## PROBLEM DESCRIPTION
Your task is to filter the entries and copy every line containing the string "scanner".

## SOURCE INFORMATION
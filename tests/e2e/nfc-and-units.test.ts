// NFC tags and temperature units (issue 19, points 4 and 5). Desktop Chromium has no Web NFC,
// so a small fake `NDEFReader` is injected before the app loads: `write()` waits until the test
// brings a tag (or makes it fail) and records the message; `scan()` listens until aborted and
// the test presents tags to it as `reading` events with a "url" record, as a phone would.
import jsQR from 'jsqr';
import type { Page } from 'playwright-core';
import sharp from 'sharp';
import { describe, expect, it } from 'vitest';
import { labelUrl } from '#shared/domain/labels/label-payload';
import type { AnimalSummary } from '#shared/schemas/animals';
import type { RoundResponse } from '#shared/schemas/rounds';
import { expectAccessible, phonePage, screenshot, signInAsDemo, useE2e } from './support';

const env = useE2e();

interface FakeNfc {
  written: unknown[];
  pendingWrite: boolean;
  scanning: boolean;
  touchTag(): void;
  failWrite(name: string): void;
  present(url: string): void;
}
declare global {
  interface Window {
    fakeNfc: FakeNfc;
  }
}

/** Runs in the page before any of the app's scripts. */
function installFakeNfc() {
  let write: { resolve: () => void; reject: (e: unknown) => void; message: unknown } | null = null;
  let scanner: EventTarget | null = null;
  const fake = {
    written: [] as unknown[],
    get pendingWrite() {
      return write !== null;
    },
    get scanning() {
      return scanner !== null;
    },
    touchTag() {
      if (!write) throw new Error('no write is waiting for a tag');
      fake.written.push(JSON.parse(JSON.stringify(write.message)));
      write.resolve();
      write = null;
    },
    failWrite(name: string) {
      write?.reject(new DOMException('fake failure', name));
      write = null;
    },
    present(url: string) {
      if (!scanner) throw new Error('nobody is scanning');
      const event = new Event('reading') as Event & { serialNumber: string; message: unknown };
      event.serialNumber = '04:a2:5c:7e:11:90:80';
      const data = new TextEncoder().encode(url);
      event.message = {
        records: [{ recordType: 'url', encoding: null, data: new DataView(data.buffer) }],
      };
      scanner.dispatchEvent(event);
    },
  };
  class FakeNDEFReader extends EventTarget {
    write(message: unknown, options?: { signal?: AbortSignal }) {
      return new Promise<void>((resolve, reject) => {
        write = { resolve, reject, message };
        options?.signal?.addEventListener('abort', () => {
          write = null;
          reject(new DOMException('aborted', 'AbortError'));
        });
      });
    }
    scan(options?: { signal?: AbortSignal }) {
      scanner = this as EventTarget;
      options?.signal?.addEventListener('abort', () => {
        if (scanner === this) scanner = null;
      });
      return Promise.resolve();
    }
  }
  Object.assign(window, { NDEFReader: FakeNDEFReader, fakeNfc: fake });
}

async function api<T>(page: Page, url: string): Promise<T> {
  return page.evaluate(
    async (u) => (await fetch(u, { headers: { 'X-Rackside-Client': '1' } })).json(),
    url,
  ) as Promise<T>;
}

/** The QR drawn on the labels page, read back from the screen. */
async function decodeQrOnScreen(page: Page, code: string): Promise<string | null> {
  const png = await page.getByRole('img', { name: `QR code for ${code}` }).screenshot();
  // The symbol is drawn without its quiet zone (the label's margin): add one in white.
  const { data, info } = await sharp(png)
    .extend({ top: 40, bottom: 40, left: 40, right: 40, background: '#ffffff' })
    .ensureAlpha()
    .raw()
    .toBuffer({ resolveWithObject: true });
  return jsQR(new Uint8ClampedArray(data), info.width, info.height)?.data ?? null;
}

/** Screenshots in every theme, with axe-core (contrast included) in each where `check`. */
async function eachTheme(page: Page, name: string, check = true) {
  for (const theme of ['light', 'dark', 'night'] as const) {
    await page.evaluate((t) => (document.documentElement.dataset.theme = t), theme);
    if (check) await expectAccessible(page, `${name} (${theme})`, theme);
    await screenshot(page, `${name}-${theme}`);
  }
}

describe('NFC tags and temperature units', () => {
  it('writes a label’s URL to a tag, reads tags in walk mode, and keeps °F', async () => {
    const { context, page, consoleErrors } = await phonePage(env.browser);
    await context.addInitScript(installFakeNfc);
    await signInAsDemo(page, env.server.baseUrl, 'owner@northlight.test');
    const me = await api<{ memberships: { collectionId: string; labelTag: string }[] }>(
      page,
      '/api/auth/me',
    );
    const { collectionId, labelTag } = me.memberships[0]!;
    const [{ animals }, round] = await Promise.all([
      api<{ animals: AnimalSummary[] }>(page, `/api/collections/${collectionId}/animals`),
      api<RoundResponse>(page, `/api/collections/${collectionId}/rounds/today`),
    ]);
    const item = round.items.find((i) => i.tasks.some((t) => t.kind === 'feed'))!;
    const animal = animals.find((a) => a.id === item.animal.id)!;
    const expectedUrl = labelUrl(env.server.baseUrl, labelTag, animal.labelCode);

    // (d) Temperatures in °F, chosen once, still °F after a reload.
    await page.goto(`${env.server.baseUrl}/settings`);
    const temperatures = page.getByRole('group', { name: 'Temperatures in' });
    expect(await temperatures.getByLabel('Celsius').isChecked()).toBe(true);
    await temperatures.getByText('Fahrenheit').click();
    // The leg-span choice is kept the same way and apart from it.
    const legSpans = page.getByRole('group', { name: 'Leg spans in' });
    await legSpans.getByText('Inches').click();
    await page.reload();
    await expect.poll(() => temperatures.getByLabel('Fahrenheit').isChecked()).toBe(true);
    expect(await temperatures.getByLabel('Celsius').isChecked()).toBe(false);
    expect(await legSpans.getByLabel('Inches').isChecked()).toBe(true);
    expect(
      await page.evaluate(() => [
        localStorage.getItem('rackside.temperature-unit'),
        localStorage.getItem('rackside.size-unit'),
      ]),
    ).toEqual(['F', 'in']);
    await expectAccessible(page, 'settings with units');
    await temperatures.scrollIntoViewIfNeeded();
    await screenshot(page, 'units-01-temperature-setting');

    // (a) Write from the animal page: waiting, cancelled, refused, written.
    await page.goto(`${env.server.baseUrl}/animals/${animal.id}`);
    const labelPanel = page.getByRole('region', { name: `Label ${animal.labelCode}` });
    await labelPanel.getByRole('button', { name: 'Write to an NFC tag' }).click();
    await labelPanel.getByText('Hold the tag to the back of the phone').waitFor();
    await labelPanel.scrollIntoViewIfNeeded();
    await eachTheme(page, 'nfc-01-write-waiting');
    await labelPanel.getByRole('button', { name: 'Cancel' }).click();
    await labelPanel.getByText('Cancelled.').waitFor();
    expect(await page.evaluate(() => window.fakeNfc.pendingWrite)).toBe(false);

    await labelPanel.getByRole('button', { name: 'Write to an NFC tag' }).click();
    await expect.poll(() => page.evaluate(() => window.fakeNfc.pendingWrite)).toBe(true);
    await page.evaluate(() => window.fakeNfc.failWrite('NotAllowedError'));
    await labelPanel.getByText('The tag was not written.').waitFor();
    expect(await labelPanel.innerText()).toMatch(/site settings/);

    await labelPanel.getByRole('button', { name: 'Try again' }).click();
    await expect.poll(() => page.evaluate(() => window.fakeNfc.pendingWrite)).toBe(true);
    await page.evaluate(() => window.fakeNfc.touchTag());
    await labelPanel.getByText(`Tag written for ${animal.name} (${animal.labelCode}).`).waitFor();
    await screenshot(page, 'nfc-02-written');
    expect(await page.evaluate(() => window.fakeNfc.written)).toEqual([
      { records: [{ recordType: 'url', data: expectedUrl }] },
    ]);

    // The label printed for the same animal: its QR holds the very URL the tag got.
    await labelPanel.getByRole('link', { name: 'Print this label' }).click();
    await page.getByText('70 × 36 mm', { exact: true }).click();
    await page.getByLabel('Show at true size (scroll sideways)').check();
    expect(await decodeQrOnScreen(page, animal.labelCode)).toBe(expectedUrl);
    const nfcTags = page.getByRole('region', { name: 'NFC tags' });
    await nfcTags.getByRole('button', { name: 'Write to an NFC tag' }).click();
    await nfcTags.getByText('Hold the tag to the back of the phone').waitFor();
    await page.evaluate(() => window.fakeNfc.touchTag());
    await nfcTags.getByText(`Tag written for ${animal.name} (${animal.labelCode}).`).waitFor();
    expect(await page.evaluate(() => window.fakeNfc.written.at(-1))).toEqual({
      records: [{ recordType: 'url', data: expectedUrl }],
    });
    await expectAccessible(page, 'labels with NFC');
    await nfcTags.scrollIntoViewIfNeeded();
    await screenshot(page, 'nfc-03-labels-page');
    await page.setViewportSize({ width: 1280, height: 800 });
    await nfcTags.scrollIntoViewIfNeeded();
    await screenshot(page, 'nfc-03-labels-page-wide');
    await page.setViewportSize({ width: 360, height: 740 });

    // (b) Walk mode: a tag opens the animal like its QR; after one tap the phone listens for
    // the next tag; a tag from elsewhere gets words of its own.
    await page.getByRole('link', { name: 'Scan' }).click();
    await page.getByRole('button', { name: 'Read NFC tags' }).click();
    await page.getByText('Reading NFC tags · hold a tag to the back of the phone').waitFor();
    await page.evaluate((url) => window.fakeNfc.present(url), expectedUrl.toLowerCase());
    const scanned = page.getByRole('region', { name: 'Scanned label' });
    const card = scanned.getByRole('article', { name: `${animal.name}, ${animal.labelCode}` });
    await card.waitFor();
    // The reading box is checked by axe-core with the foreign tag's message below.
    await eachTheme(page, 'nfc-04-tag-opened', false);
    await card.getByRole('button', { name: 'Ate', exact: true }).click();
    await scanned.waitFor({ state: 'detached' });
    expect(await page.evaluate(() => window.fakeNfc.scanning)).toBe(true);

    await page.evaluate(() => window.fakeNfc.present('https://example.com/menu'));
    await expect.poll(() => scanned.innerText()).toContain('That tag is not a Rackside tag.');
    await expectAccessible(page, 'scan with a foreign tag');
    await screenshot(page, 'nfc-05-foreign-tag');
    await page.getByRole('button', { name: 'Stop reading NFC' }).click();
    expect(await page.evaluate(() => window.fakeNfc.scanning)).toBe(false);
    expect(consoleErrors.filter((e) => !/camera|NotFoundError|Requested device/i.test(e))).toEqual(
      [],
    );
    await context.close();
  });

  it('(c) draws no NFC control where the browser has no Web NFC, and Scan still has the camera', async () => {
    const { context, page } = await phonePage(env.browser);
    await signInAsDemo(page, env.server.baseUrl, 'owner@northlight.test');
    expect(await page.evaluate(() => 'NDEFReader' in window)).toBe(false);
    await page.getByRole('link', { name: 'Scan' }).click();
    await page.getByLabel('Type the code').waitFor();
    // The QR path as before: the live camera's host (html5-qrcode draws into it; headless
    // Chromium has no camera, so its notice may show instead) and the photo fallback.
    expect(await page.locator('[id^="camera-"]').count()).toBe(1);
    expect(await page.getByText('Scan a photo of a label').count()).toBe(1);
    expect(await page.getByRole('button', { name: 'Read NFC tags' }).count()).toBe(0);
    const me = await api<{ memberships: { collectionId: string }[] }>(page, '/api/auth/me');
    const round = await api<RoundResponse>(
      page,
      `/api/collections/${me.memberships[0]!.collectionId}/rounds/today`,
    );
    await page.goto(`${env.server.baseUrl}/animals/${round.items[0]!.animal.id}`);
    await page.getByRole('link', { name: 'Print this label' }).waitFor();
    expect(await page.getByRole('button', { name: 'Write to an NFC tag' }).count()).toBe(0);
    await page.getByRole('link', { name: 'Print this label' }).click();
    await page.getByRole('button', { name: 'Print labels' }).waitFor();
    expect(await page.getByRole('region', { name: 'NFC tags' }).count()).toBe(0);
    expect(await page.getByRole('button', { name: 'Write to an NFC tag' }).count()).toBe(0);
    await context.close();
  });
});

## FINAL ANSWER
  let scanner: EventTarget | null = null;
      return scanner !== null;
      if (!scanner) throw new Error('nobody is scanning');
      scanner.dispatchEvent(event);
      scanner = this as EventTarget;
        if (scanner === this) scanner = null;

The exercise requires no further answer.